- TASK DESCRIPTION
Whichever lines of the entries hold the word "contains" should be identified and copied.

- RECORDS

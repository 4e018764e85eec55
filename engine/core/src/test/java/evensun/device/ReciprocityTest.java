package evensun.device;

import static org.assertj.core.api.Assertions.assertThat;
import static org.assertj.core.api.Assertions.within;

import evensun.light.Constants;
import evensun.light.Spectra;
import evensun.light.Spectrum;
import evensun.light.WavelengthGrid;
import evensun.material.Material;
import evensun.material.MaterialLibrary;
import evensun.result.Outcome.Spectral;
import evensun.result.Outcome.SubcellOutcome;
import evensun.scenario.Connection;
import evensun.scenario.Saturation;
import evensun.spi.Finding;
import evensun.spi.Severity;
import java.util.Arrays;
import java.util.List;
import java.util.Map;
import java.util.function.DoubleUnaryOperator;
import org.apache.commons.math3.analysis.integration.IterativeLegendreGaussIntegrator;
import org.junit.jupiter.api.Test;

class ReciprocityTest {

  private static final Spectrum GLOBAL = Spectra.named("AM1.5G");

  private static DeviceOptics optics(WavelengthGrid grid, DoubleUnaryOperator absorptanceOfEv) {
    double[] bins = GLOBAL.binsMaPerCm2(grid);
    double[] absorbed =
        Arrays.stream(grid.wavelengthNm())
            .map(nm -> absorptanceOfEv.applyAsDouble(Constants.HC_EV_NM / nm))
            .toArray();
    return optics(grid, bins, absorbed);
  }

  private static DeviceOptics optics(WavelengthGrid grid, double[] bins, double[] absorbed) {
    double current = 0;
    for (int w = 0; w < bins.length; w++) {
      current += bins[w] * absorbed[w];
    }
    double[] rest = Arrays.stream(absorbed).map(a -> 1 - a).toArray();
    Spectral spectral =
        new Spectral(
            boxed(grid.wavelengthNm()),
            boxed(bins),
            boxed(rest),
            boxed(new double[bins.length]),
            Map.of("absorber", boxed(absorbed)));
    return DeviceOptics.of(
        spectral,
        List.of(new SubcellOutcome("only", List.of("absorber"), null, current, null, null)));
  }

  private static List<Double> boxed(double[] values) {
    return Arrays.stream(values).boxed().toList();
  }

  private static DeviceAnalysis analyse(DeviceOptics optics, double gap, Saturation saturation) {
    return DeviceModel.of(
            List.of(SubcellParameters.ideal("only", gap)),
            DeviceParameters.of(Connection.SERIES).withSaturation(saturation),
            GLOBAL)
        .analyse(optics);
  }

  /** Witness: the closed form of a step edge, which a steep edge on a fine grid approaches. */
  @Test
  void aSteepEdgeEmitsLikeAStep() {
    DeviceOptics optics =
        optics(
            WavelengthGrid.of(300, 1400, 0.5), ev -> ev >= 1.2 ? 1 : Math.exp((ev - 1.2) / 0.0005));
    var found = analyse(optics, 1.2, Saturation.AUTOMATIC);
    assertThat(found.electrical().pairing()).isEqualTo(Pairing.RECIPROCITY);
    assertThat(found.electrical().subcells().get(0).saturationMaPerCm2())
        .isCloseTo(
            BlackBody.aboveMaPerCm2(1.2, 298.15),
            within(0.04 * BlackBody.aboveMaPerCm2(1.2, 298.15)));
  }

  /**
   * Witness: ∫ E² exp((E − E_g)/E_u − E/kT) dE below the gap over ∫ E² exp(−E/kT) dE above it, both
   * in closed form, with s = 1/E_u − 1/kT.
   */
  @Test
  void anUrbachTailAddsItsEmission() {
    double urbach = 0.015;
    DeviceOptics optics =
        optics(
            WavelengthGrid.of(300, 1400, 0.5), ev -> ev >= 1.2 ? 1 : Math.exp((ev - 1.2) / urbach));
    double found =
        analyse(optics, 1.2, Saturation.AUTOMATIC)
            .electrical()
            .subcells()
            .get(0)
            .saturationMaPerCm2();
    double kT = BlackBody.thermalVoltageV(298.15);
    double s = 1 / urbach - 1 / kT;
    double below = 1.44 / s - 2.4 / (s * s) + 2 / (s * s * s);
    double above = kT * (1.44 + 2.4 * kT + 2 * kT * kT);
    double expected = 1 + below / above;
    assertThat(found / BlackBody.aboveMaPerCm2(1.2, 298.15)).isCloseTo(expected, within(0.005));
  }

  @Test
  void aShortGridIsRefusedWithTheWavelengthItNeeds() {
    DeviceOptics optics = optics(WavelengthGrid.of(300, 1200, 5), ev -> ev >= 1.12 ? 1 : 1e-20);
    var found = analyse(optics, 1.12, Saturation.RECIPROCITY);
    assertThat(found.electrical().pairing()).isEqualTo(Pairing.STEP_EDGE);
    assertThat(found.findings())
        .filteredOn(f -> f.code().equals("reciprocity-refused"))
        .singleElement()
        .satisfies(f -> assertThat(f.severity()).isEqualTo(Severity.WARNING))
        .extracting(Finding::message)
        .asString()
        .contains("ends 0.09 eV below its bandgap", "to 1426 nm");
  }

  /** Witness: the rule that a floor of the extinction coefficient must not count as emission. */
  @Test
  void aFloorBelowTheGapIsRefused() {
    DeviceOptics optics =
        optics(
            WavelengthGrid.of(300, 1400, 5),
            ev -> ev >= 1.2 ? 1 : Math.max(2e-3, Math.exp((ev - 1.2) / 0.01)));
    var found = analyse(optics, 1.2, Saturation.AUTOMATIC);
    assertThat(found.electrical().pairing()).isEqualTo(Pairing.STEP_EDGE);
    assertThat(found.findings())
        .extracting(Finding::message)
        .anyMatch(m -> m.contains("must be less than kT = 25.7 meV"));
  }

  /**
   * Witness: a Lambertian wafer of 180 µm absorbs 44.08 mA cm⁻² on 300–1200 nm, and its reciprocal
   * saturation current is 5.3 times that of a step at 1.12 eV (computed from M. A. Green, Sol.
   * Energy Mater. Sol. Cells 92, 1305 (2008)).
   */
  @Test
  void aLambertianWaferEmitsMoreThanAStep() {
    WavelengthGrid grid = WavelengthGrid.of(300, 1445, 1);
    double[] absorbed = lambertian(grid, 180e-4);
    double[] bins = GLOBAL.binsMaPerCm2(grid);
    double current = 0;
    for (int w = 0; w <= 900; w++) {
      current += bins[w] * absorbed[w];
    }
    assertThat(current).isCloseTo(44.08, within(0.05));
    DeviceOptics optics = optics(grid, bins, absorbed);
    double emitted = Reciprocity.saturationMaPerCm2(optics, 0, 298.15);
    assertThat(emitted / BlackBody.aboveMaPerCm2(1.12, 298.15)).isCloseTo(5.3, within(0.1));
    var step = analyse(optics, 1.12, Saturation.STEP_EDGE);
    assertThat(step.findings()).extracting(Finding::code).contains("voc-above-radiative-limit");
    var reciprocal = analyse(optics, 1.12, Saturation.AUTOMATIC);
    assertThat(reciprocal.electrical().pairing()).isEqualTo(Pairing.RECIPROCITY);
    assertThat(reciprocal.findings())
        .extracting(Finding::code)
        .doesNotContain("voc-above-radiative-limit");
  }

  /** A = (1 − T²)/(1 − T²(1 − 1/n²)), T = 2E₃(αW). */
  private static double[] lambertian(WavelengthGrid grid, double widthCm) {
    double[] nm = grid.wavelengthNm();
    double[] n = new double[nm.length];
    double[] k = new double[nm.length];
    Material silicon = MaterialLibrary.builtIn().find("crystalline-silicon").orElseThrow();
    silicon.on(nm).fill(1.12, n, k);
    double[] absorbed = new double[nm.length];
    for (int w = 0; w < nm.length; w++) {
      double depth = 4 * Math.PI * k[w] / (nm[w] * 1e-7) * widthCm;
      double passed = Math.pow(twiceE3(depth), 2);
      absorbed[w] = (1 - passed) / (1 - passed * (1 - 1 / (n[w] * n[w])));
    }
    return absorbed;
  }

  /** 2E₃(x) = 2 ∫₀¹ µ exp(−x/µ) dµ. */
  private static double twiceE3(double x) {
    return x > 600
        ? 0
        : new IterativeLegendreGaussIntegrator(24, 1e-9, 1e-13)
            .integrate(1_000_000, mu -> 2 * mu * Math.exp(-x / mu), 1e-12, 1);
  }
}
--
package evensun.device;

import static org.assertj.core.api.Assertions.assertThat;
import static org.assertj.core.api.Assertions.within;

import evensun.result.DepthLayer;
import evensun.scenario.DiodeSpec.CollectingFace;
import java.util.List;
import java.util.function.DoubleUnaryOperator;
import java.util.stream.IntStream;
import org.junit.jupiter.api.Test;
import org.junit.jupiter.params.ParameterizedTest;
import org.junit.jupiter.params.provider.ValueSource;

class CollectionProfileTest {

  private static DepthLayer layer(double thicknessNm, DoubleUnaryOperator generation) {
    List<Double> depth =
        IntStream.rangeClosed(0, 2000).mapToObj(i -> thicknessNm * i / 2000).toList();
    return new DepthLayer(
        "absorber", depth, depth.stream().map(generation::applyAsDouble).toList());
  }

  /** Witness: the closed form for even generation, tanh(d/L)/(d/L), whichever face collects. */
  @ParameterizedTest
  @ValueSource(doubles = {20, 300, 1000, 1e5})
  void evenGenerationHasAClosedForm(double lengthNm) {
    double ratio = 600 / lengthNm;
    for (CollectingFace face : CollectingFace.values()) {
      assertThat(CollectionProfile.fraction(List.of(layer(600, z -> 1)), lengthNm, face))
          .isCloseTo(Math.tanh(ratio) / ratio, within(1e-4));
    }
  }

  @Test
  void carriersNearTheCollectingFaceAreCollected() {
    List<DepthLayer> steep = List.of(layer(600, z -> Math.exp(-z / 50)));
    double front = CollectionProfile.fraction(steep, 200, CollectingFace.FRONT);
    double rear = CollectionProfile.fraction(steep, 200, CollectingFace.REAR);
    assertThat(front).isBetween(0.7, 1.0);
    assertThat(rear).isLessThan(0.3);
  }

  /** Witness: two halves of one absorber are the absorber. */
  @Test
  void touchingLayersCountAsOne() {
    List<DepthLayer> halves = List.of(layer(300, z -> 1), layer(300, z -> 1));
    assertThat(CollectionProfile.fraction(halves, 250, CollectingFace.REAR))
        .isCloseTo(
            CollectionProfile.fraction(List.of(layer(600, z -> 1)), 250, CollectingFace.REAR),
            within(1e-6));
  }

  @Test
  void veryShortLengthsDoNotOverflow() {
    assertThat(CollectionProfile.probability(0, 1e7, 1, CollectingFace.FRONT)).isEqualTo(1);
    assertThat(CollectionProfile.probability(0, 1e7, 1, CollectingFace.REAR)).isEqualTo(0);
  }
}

- EXERCISE RESPONSE
        .contains("ends 0.09 eV below its bandgap", "to 1426 nm");
        .anyMatch(m -> m.contains("must be less than kT = 25.7 meV"));
    assertThat(step.findings()).extracting(Finding::code).contains("voc-above-radiative-limit");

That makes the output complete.